==== Data for this exercise
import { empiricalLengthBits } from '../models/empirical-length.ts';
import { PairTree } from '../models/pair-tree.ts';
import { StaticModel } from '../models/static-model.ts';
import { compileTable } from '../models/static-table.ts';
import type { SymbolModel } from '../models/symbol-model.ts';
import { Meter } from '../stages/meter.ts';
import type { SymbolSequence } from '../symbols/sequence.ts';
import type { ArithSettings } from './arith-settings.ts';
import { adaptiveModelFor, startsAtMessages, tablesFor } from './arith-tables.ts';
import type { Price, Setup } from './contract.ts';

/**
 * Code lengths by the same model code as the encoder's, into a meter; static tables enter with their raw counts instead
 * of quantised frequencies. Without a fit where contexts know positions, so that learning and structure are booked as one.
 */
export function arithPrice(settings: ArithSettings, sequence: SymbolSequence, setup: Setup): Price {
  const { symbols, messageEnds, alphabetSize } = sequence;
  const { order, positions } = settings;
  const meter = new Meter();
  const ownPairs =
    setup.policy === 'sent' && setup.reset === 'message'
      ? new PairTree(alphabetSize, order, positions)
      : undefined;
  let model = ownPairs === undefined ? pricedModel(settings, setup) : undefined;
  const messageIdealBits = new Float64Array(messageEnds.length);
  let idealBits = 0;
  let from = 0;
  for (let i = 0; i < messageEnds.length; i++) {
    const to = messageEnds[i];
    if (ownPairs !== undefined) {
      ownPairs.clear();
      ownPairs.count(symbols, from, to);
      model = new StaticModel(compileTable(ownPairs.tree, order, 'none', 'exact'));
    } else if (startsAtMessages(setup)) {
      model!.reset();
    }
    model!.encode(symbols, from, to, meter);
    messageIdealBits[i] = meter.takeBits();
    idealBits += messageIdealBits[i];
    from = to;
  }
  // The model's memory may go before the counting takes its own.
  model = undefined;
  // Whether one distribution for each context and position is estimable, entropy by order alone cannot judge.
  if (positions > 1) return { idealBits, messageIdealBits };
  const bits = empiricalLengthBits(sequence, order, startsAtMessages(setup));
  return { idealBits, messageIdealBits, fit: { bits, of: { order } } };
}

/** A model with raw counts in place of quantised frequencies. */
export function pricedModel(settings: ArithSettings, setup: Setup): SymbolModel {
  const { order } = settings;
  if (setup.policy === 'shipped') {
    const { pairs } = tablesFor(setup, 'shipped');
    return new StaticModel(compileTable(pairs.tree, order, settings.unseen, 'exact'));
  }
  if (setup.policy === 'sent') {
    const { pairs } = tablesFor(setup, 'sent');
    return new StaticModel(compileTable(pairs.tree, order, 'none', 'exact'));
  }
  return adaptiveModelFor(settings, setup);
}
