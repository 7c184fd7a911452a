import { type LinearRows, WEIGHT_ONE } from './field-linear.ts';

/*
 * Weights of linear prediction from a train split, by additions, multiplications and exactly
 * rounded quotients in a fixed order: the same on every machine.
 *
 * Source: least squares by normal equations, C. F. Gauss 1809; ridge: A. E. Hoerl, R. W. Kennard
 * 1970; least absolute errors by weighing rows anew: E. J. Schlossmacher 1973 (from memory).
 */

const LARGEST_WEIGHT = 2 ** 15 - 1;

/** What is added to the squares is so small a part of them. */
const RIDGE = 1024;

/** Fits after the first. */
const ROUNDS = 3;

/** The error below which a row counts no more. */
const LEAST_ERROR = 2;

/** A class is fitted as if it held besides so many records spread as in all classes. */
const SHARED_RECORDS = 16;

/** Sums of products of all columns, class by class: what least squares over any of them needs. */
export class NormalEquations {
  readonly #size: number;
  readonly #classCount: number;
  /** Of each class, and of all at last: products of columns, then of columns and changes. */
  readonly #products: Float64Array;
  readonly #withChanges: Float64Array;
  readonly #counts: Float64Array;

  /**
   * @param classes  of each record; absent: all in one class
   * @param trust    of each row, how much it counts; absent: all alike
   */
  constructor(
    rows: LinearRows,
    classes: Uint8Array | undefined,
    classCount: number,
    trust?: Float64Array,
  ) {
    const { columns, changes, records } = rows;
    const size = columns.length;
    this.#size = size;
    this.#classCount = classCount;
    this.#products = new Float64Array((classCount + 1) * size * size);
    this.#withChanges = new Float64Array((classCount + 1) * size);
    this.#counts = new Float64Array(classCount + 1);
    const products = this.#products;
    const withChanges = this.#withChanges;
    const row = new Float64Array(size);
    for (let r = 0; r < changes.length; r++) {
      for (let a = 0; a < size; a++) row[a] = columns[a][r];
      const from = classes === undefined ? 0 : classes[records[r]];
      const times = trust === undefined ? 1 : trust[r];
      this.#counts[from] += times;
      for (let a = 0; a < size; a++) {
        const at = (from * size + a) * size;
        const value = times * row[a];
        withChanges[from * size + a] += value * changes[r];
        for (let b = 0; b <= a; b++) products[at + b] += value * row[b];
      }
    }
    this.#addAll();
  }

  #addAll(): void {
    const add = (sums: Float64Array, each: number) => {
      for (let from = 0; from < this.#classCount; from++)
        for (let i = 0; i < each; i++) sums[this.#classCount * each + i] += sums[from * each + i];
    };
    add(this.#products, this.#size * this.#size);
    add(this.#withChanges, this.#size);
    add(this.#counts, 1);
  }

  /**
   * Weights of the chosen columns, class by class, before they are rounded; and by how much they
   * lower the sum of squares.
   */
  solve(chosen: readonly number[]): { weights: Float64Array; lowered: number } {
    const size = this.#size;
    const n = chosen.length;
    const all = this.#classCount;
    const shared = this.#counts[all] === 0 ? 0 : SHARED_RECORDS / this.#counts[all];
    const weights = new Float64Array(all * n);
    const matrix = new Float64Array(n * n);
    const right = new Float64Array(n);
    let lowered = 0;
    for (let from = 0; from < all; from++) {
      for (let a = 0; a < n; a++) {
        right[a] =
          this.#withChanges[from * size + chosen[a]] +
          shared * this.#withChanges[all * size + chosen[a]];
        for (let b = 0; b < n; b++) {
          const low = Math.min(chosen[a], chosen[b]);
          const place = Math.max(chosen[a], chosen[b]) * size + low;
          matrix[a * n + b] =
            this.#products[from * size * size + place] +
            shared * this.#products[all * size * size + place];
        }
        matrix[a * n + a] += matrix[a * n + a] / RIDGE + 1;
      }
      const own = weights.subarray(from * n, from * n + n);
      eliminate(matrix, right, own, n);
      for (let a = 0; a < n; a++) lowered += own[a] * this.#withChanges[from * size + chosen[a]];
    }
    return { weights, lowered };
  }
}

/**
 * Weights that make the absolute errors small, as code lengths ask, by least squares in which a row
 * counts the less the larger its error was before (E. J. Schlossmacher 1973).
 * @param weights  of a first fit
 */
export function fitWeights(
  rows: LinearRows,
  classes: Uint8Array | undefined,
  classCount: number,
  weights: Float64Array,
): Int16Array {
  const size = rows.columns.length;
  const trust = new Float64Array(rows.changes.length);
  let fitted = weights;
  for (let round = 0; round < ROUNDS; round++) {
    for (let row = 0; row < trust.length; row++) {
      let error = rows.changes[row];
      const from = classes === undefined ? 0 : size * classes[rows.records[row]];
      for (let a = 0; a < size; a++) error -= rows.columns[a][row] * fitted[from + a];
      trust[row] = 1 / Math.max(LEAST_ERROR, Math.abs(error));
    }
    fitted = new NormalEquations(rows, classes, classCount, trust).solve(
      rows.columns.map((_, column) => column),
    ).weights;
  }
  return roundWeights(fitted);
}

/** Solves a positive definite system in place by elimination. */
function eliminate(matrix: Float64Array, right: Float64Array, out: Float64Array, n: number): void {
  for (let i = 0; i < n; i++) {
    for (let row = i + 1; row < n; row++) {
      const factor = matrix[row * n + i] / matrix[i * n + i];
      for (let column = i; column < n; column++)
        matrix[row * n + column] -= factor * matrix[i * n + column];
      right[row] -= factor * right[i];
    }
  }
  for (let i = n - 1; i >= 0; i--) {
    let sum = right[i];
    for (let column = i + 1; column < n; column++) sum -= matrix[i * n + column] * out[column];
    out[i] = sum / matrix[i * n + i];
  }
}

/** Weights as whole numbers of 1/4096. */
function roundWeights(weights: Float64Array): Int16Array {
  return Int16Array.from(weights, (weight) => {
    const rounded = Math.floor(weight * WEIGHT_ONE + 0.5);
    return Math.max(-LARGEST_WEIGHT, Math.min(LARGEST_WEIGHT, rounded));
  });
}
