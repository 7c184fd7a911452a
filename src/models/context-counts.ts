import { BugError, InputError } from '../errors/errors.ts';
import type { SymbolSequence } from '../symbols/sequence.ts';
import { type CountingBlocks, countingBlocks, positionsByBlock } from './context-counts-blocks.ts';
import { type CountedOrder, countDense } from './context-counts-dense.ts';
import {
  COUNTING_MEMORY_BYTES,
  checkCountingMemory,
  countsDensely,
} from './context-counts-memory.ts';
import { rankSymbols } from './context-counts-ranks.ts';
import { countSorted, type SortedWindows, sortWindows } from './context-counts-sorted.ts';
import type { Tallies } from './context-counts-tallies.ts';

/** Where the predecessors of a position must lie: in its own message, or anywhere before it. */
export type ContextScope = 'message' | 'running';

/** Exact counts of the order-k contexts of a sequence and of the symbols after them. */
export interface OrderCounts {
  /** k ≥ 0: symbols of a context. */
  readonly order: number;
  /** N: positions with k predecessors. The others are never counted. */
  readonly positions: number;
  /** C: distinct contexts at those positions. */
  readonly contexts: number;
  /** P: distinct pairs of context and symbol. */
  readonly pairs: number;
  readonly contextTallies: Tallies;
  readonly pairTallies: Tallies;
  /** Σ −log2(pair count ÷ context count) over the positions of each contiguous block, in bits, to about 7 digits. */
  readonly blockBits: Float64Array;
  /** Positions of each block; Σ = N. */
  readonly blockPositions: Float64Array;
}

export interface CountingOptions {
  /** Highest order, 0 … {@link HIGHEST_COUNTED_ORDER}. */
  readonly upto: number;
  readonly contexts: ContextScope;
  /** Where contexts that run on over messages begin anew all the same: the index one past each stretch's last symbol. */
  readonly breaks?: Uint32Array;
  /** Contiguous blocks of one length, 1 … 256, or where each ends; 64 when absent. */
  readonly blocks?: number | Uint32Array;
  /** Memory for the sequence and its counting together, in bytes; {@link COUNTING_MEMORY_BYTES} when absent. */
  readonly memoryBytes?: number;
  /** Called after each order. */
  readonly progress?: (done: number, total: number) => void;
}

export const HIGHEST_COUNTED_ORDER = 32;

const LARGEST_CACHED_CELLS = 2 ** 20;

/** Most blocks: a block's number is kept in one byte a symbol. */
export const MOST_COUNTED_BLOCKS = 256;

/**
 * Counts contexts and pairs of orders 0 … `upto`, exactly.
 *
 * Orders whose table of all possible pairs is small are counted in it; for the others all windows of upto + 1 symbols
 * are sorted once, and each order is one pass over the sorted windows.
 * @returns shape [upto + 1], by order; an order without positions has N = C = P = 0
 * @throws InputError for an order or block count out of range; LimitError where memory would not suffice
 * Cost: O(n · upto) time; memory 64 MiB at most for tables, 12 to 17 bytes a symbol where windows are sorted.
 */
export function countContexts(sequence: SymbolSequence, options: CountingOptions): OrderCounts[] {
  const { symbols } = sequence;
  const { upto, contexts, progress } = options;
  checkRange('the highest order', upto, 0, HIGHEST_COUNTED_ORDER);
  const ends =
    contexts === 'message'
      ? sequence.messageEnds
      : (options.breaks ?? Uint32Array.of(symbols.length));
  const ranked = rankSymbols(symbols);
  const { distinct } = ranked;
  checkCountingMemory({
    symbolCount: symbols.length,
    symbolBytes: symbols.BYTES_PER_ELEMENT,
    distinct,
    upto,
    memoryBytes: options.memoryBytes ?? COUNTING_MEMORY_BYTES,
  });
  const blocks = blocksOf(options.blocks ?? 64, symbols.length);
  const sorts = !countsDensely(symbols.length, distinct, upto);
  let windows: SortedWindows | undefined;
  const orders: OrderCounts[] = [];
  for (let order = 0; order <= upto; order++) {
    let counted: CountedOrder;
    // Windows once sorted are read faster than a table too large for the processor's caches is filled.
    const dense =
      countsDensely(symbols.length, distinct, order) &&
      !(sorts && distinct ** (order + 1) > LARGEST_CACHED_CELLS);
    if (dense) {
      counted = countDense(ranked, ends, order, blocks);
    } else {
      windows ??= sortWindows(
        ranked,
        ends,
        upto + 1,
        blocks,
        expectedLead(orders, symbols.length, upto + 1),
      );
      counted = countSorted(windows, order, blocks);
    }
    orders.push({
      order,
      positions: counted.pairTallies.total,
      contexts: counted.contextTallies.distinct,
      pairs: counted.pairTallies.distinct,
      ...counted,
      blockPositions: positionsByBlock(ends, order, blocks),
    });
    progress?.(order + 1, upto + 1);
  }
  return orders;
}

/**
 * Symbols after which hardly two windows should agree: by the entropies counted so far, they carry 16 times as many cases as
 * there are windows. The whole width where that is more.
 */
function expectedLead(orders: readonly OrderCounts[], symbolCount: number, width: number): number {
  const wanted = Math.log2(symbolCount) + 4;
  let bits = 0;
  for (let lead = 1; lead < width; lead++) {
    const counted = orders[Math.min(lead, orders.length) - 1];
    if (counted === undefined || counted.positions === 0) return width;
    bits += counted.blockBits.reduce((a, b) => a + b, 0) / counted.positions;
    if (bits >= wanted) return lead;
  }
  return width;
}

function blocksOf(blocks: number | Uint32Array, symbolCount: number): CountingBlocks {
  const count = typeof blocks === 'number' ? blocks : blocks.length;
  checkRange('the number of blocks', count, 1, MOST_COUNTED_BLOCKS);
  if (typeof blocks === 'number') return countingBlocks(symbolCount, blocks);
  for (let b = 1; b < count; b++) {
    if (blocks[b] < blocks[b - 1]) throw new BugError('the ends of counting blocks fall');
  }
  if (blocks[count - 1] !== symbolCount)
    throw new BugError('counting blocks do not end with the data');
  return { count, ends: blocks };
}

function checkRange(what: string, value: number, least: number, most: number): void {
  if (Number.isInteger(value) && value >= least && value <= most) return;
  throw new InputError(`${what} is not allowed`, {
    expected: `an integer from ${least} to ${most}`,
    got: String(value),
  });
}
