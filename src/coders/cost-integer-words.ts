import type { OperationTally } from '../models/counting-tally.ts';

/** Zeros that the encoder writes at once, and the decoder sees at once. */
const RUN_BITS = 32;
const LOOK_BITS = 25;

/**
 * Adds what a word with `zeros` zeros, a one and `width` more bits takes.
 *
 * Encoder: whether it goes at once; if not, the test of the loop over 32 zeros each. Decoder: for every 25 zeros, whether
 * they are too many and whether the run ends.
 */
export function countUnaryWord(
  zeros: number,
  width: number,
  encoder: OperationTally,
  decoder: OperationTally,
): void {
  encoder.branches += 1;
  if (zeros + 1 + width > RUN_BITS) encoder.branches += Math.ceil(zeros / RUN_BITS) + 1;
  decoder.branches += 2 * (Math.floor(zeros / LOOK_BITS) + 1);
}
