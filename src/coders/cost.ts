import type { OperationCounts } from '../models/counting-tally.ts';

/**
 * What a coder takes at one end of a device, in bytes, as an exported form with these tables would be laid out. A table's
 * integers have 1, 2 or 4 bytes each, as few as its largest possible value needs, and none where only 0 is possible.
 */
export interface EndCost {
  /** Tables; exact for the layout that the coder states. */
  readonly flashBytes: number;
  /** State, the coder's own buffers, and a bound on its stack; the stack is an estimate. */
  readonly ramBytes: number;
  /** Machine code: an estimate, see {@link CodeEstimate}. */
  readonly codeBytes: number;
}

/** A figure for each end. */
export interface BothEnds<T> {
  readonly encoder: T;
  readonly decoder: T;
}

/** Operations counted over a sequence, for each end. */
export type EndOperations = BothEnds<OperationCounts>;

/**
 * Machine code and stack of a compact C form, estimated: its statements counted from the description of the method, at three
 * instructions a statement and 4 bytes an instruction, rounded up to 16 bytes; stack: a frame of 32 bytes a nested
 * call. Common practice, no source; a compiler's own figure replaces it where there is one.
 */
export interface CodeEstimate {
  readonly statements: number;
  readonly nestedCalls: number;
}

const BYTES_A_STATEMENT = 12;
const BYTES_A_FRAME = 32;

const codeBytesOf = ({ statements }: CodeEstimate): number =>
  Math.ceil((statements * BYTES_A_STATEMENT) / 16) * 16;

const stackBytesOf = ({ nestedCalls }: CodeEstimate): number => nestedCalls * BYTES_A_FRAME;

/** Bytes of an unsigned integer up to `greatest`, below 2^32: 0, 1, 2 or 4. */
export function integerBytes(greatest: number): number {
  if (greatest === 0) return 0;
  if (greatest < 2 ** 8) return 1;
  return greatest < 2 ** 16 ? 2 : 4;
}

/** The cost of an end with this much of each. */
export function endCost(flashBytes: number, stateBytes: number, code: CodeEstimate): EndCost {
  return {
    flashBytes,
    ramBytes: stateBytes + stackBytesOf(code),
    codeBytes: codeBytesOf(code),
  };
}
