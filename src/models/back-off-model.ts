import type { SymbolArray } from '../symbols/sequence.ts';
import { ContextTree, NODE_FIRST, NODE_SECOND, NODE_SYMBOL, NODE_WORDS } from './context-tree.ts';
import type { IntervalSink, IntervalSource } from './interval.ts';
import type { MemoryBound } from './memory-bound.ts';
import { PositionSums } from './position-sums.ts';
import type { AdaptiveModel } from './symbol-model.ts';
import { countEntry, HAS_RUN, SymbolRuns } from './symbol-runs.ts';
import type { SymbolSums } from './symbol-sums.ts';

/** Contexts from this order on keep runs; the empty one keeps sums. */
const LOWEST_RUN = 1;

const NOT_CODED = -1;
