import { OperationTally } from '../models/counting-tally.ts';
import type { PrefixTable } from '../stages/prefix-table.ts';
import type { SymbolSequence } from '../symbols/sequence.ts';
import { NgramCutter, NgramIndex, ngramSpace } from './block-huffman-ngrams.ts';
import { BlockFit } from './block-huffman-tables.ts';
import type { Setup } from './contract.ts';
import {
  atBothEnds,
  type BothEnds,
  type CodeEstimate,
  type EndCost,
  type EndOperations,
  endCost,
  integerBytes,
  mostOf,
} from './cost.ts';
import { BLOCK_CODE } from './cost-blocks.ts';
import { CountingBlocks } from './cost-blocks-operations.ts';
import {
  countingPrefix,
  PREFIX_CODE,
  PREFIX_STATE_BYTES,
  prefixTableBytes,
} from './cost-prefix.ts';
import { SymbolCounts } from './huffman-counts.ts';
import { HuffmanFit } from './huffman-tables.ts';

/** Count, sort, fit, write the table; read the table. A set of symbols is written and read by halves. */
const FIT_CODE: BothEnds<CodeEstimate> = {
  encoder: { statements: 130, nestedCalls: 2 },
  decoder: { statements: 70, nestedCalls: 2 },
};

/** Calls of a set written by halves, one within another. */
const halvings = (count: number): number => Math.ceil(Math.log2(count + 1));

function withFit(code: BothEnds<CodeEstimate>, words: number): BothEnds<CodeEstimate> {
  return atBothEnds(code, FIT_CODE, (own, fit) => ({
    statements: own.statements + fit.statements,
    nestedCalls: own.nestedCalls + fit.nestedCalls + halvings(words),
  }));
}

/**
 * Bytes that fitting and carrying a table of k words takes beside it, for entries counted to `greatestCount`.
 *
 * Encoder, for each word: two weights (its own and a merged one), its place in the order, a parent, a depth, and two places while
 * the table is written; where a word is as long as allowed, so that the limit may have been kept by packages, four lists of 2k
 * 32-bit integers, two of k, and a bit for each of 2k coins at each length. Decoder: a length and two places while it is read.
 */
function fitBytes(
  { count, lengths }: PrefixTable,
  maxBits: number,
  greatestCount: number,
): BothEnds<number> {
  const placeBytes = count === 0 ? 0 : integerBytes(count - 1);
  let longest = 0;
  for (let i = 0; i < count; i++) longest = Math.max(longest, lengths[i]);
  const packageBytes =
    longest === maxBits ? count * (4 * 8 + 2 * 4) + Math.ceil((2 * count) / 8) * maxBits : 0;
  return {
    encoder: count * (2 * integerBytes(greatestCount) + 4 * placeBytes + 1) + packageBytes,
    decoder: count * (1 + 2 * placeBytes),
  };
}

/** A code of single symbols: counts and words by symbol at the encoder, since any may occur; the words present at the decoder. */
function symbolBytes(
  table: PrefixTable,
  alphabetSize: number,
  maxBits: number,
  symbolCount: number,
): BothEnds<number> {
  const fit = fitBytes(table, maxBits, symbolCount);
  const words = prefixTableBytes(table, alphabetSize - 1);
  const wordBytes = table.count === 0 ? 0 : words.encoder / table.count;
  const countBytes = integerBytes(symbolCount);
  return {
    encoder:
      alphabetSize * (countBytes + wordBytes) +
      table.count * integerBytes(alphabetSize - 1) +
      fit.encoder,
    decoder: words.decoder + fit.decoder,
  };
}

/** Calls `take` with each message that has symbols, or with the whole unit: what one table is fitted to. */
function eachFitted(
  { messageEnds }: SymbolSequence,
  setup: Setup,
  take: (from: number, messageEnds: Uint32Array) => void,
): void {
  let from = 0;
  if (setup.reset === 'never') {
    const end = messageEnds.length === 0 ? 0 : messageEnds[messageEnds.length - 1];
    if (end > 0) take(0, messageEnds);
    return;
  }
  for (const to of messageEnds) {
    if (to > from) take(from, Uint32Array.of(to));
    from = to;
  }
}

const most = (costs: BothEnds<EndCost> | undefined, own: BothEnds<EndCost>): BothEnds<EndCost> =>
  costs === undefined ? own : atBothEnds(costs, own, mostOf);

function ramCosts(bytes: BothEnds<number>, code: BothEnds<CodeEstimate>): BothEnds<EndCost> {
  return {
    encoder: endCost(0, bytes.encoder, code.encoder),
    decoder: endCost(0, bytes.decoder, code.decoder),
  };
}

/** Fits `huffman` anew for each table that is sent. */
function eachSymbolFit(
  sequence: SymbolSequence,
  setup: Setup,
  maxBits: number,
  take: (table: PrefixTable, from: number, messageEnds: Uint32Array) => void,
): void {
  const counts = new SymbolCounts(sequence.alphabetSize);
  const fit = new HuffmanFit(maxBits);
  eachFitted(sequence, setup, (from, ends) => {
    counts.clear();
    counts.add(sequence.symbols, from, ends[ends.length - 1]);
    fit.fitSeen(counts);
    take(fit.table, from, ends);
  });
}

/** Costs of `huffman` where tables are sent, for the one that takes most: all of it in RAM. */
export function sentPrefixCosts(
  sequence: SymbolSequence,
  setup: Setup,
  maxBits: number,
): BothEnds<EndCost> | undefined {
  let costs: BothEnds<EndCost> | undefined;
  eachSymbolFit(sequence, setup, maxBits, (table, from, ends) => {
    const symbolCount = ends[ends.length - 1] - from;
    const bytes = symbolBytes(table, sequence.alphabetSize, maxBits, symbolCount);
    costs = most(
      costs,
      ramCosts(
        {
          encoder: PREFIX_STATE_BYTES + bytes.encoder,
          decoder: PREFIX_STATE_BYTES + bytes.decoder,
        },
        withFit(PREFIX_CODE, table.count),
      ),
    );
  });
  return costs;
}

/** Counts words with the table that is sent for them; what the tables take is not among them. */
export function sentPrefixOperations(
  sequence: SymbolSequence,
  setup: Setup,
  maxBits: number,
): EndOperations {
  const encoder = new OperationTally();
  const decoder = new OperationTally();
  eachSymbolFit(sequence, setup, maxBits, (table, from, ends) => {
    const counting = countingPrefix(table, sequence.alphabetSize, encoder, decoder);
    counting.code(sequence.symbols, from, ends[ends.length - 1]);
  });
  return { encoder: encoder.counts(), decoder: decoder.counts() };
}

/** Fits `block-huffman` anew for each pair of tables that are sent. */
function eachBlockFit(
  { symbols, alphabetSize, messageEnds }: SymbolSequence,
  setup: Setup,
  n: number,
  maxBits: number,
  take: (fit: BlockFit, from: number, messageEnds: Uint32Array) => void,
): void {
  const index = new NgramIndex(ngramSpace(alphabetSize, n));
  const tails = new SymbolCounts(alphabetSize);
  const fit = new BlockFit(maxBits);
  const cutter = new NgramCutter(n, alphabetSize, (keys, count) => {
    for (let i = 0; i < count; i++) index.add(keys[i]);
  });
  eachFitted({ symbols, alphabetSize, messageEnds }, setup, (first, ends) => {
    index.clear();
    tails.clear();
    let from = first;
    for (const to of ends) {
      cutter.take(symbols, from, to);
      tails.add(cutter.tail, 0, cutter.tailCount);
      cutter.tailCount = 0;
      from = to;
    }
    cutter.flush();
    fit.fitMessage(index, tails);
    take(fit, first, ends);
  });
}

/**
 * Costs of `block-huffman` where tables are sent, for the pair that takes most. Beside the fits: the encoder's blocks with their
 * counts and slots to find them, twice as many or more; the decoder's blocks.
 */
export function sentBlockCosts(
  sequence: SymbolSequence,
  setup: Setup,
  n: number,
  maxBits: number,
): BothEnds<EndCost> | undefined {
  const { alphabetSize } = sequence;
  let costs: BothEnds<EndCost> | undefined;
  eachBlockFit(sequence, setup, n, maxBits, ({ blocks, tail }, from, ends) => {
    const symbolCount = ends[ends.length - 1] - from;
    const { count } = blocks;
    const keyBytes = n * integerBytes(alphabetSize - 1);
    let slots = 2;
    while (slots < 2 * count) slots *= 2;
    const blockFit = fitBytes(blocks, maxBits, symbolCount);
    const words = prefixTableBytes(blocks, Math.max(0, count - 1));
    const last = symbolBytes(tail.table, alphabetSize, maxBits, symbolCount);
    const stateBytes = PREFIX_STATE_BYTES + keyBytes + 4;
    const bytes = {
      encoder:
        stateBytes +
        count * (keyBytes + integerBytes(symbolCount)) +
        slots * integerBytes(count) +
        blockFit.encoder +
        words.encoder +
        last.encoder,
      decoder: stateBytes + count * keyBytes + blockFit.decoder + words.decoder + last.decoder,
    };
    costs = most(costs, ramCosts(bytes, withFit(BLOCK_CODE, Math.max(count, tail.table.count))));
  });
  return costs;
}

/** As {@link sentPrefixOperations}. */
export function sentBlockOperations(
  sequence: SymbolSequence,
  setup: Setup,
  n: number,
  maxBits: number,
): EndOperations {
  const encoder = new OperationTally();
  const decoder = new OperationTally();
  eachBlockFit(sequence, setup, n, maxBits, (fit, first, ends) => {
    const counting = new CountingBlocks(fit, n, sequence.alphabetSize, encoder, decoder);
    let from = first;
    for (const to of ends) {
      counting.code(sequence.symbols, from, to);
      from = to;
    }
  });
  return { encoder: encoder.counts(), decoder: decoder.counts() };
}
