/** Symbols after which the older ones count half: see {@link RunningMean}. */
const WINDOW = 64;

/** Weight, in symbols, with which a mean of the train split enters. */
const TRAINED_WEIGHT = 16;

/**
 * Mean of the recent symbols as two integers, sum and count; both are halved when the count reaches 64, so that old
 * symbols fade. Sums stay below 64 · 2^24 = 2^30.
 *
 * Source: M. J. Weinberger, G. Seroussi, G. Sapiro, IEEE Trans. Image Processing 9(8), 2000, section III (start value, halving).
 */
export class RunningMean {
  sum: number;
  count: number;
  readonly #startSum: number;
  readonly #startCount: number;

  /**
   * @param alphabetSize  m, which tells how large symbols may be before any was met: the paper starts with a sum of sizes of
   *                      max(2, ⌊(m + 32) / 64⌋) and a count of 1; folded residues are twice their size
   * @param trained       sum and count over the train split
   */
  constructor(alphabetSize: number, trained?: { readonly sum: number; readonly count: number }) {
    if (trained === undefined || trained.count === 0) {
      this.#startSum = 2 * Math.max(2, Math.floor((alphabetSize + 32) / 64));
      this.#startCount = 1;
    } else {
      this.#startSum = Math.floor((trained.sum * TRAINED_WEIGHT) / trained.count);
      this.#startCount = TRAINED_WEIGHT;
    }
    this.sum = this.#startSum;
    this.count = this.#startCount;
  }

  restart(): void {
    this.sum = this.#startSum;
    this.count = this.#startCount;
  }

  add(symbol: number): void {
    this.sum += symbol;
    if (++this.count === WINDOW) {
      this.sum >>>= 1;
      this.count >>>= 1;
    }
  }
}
========
• **Activity**
Whenever the word "before" occurs in a line of the listing above, return that line.

• **Written response**
  // The model's memory may go before the counting takes its own.
   * Weights of the chosen columns, class by class, before they are rounded; and by how much they
 * counts the less the larger its error was before (E. J. Schlossmacher 1973).
/** Where the predecessors of a position must lie: in its own message, or anywhere before it. */
   * @param alphabetSize  m, which tells how large symbols may be before any was met: the paper starts with a sum of sizes of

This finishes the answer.